The report presents science policy guidance that describes the procedures the Agency will use in the evaluation of potential human cancer hazard and dose-response assessments from chemicals that are animal thyroid carcinogens. The Forum Report describes when, under clearly specified conditions, chemical carcinogenesis in thyroid follicular cells can be analyzed as a nonlinear phenomenon, rather than assuming low dose linearity as EPA customarily does for carcinogenic compounds.
Four hypothetical case studies are summarized which illustrate how to evaluate toxicological data and make hazard and dose-response estimation choices. The procedures and considerations developed in the Forum Report embody current scientific knowledge of thyroid carcinogenesis and evolving science policy. Should significant new information become available, the Agency will update its guidance accordingly.
U.S. EPA. Assessment of Thyroid Follicular Cell Tumors. U.S. Environmental Protection Agency, Washington, DC, EPA/630/R-97/002, 1998.

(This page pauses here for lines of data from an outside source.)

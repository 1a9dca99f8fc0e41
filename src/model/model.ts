/**
 * The typed model that `parseModel` returns: the JSON model file checked, with defaults
 * filled in, every quantity converted to a plain number in the model's own units, and the
 * JSON `type` tags renamed to `kind` (a JSON `"moment"` load becomes a `"couple"`).
 */

import type { LoadCase, ModelCheckGroups, ModelCombinationEntry, ModelSelfWeight, PatternOptions } from "./combination-types.js";
import type { ModelSection } from "./section-types.js";

/** The model-file format version this release writes and reads. */
export const MODEL_FORMAT_VERSION = 1;

/**
 * The unit in which each kind of quantity of a model is given (plain numbers in the file) and
 * reported (every result of `analyzeModel`). Names are unit expressions that
 * `parseQuantity` understands, such as `"kN"`, `"kN*m"` or `"mm^4"`.
 */
export interface ModelUnits {
  /** Positions along the member and the member length (default `"m"`). */
  readonly length: string;
  /** Point loads, shear and reactions (default `"kN"`). */
  readonly force: string;
  /** Applied couples, bending moments and moment reactions (default force times length, `"kN*m"`). */
  readonly moment: string;
  /** Distributed-load intensities (default force per length, `"kN/m"`). */
  readonly forcePerLength: string;
  /** Deflections and support settlements (default `"mm"`). */
  readonly deflection: string;
  /** Slopes and support rotations (default `"rad"`). */
  readonly rotation: string;
  /** Bending and shear stresses, allowable stresses (default `"MPa"`). */
  readonly stress: string;
  /** Modulus of elasticity E (default: the stress unit). */
  readonly modulus: string;
  /** Cross-section dimensions and fibre positions y (default `"mm"`). */
  readonly sectionLength: string;
  /** Cross-section areas (default section length squared, `"mm^2"`). */
  readonly area: string;
  /** Second moments of area I (default section length to the fourth, `"mm^4"`). */
  readonly secondMoment: string;
  /** Elastic section moduli (default section length cubed, `"mm^3"`). */
  readonly sectionModulus: string;
  /** Translational spring stiffness of a support (default force per length, `"kN/m"`). */
  readonly translationalStiffness: string;
  /** Rotational spring stiffness of a support (default moment per radian, `"kN*m/rad"`). */
  readonly rotationalStiffness: string;
}

/** Which kind of quantity a field of a model holds; the keys of {@link ModelUnits}. */
export type ModelQuantityKind = keyof ModelUnits;

/**
 * A support of the member. `at` is in the model's length unit, measured from the left end.
 * `settlement` (deflection unit) is positive downward; `rotation` (rotation unit) is a
 * prescribed rotation, positive counterclockwise, for supports that restrain rotation.
 */
export interface ModelSupport {
  /**
   * `pin` and `roller` restrain deflection; `fixed` restrains deflection and rotation; `guided`
   * restrains rotation only; `spring` restrains deflection with `stiffness` and, optionally,
   * rotation with `rotationalStiffness`.
   */
  readonly kind: "pin" | "roller" | "fixed" | "guided" | "spring";
  /** Position from the left end, in the length unit. */
  readonly at: number;
  /** Translational spring stiffness (translational-stiffness unit); springs only. */
  readonly stiffness?: number;
  /** Rotational spring stiffness (rotational-stiffness unit); springs only. */
  readonly rotationalStiffness?: number;
  /** Prescribed settlement, positive downward, in the deflection unit. */
  readonly settlement?: number;
  /** Prescribed rotation, positive counterclockwise, in the rotation unit. */
  readonly rotation?: number;
}

/** A point force: `value` (force unit) positive downward, at `at` (length unit). */
export interface ModelPointLoad {
  /** Tag. */
  readonly kind: "point";
  /** Position from the left end, in the length unit. */
  readonly at: number;
  /** Force, positive downward, in the force unit. */
  readonly value: number;
  /** The load case it belongs to, if named. */
  readonly case?: string;
}

/** An applied couple (JSON `"moment"`): `value` (moment unit) positive counterclockwise. */
export interface ModelCoupleLoad {
  /** Tag. */
  readonly kind: "couple";
  /** Position from the left end, in the length unit. */
  readonly at: number;
  /** Couple, positive counterclockwise, in the moment unit. */
  readonly value: number;
  /** The load case it belongs to, if named. */
  readonly case?: string;
}

/**
 * A distributed load varying linearly from `start` at `from` to `end` at `to` (force per length,
 * positive downward).
 */
export interface ModelDistributedLoad {
  /** Tag. */
  readonly kind: "distributed";
  /** Where it starts, in the length unit (default 0). */
  readonly from: number;
  /** Where it ends, in the length unit (default the member length). */
  readonly to: number;
  /** Intensity at `from`, positive downward, in the force-per-length unit. */
  readonly start: number;
  /** Intensity at `to`, positive downward, in the force-per-length unit (default `start`). */
  readonly end: number;
  /** The load case it belongs to, if named. */
  readonly case?: string;
}

/** Any load of a model. */
export type ModelLoad = ModelPointLoad | ModelCoupleLoad | ModelDistributedLoad;

/** A stretch of constant stiffness of a stepped member, positions in the length unit. */
export interface ModelSegment {
  /** Where it starts, in the length unit. */
  readonly from: number;
  /** Where it ends, in the length unit. */
  readonly to: number;
  /** Modulus of elasticity, in the modulus unit. */
  readonly E: number;
  /** Second moment of area, in the second-moment unit. */
  readonly I: number;
}

/**
 * The deflection limit: a fraction of the span (`"span/360"` is `{ kind: "ratio", ratio: 360 }`)
 * or a fixed length in the deflection unit.
 */
export type ModelDeflectionLimit =
  | {
      /** Tag: the limit is span / ratio. */
      readonly kind: "ratio";
      /** The divisor, such as 360 for span/360. */
      readonly ratio: number;
    }
  | {
      /** Tag: the limit is a fixed length. */
      readonly kind: "length";
      /** The limit, in the deflection unit. */
      readonly value: number;
    };

/** Limits the member is checked against; each is optional. */
export interface ModelLimits {
  /** Largest allowed deflection magnitude. */
  readonly deflection?: ModelDeflectionLimit;
  /** Allowable extreme-fibre bending stress magnitude, in the stress unit. */
  readonly bendingStress?: number;
  /** Allowable shear stress magnitude, in the stress unit. */
  readonly shearStress?: number;
}

/** The material of a section: modulus of elasticity and, optionally, a name and yield strength. */
export interface ModelMaterial {
  /** A label for reports. */
  readonly name?: string;
  /** Modulus of elasticity, in the modulus unit. */
  readonly E: number;
  /** Yield strength, in the stress unit. */
  readonly yieldStrength?: number;
}

/**
 * A checked model with every quantity a plain number in its own {@link ModelUnits}.
 * Stiffness comes from exactly one of: `I` (with `E` or `material.E`), `segments`, or `section`
 * (its I_z, with `E` or `material.E`).
 */
export interface Model {
  /** The format version (always {@link MODEL_FORMAT_VERSION} after parsing). */
  readonly format: number;
  /** A label for reports. */
  readonly name?: string;
  /** A longer description for reports. */
  readonly description?: string;
  /** The units of every plain number, with defaults filled in. */
  readonly units: ModelUnits;
  /** Member length, in the length unit. */
  readonly length: number;
  /** Modulus of elasticity of the whole member, in the modulus unit. */
  readonly E?: number;
  /** Second moment of area of the whole member, in the second-moment unit. */
  readonly I?: number;
  /** Stretches of constant stiffness for a stepped member. */
  readonly segments?: readonly ModelSegment[];
  /** The cross-section, for properties, stresses and (when `I` is absent) stiffness. */
  readonly section?: ModelSection;
  /** The material of the section. */
  readonly material?: ModelMaterial;
  /** The supports, in the order given. */
  readonly supports: readonly ModelSupport[];
  /** Positions of internal hinges, in the length unit. */
  readonly hinges: readonly number[];
  /** The loads, in the order given; all act together with factor 1 in the main results, and by case in the combinations. */
  readonly loads: readonly ModelLoad[];
  /** Limits to check against (the loads all acting with factor 1). */
  readonly limits: ModelLimits;
  /** The load cases; each load names its case (`case`). Needed for `combinations` and `checkGroups`. */
  readonly cases?: readonly LoadCase[];
  /** The case that holds the supports' settlements and prescribed rotations. */
  readonly settlementCase?: string;
  /** The member's own weight as a dead case (needs a `section`). */
  readonly selfWeight?: ModelSelfWeight;
  /** Presets and combinations written out; the analysis envelopes them all. */
  readonly combinations?: readonly ModelCombinationEntry[];
  /** The pattern search of patterned cases. */
  readonly patterns?: PatternOptions;
  /** Checks per combination: stress groups and deflection groups. */
  readonly checkGroups?: ModelCheckGroups;
}
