import { issue, isFlexuraError, type FlexuraIssue, type IssuePath } from "../errors/index.js";
import { convertQuantity } from "../units/index.js";
import type { ModelScale } from "./analysis.js";
import type { ModelQuantityKind, ModelUnits } from "./model.js";
import { QUANTITY_KIND_OF } from "./units.js";

type Json = Readonly<Record<string, unknown>>;

/** What the semantic pass needs while it reads a model file: its units and the issues found. */
export interface Reader {
  /** The resolved units of the model. */
  readonly units: ModelUnits;
  /** SI scale of each unit that could be read. */
  readonly scale: Partial<ModelScale>;
  /** Issues found so far (structural issues are kept apart by the caller). */
  readonly found: FlexuraIssue[];
}

/** The object at `value`, or an empty one when it is not an object (a structural issue already). */
export function objectAt(value: unknown): Json {
  return typeof value === "object" && value !== null && !Array.isArray(value) ? (value as Json) : {};
}

/** The array at `value`, or an empty one when it is not an array (a structural issue already). */
export function arrayAt(value: unknown): readonly unknown[] {
  return Array.isArray(value) ? value : [];
}

/**
 * Reads a quantity in the model's `field` unit: a plain finite number as is, a string with a unit
 * converted exactly to the model's unit. Returns undefined (recording any problem with a string;
 * wrong types are structural issues reported elsewhere) when it cannot.
 */
export function readQuantity(reader: Reader, value: unknown, field: ModelQuantityKind, path: IssuePath): number | undefined {
  if (typeof value === "number") return Number.isFinite(value) ? value : undefined;
  if (typeof value !== "string") return undefined;
  if (reader.scale[field] === undefined) return undefined; // the unit itself is wrong: reported under units
  try {
    return convertQuantity(value, QUANTITY_KIND_OF[field], reader.units[field], { path });
  } catch (e) {
    if (!isFlexuraError(e)) throw e;
    reader.found.push(...e.issues.map((i) => ({ ...i, path })));
    return undefined;
  }
}

/** Records `code` when a value read is not strictly positive. */
export function requirePositive(reader: Reader, value: number | undefined, path: IssuePath, what: string): void {
  if (value !== undefined && !(value > 0)) {
    reader.found.push(issue("value-not-positive", path, `The ${what} must be greater than zero; got ${value}.`, { value }));
  }
}

/** Records `code` when a value read is negative. */
export function requireNotNegative(reader: Reader, value: number | undefined, path: IssuePath, what: string): void {
  if (value !== undefined && value < 0) {
    reader.found.push(issue("value-negative", path, `The ${what} must not be negative; got ${value}.`, { value }));
  }
}

/** Records `code` when a position read lies outside the member, 0 to `length`. */
export function requireOnMember(reader: Reader, at: number | undefined, length: number | undefined, path: IssuePath, code: string, what: string): void {
  if (at === undefined || length === undefined || !(length > 0)) return;
  if (at < 0 || at > length) {
    const unit = reader.units.length;
    reader.found.push(
      issue(code, path, `The ${what} at ${at} ${unit} is outside the member, which runs from 0 to ${length} ${unit}.`, { at, length }),
    );
  }
}
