import { z } from "zod";
import { readContext } from "../check/read";
import { dimensionReport } from "../dims/report";
import { toLatex } from "../print/latex";
import type { CheckContext } from "../check/protocol";
import { checkContextSchema } from "./check";

/** The `dims` request: a context with declared dimensions and one relation or expression. */
export const dimsRequestSchema = z.object({
  context: checkContextSchema,
  relation: z.string().min(1).max(20_000),
  syntax: z.enum(["latex", "plain"]).optional(),
}).strict();

/**
 * The `dims` verb: the dimension audit of one relation.
 *
 * @example
 * runDims({ context: { symbols: { E: "energy", "\\mu": "mass" } }, relation: "E = \\mu c^2" })
 * // { consistent: true, status: "consistent", terms: [{ latex: "E", dimension: "M L^2 T^-2" }, …] }
 */
export function runDims(input: z.infer<typeof dimsRequestSchema>) {
  const rc = readContext(input.context as CheckContext, input.syntax);
  const statement = rc.read(input.relation, "relation");
  return dimensionReport(statement, rc.dimensions, (s) => toLatex(s));
}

Document Details and Links
Default assumptions that in the absence of relevant data help guide EPA in the use of animal data in evaluating potential human hazards and risks include the following:
- Tumors in animals are indicators of potential carcinogenic hazards in humans
- Humans are generally as sensitive or more sensitive to effects of chemicals than are test animals
- For carcinogens, dose and response maintain a linear relationship from high dose to zero dose, based on an assumption that chemicals act by affecting DNA directly to cause mutations
This paper reviews the evidence concerning these presumptions for thyroid follicular cell tumors and indicates that they do not entirely hold for some thyroid carcinogens. Data requirements for substantiating and describing thyroid effects of a chemical are elaborated.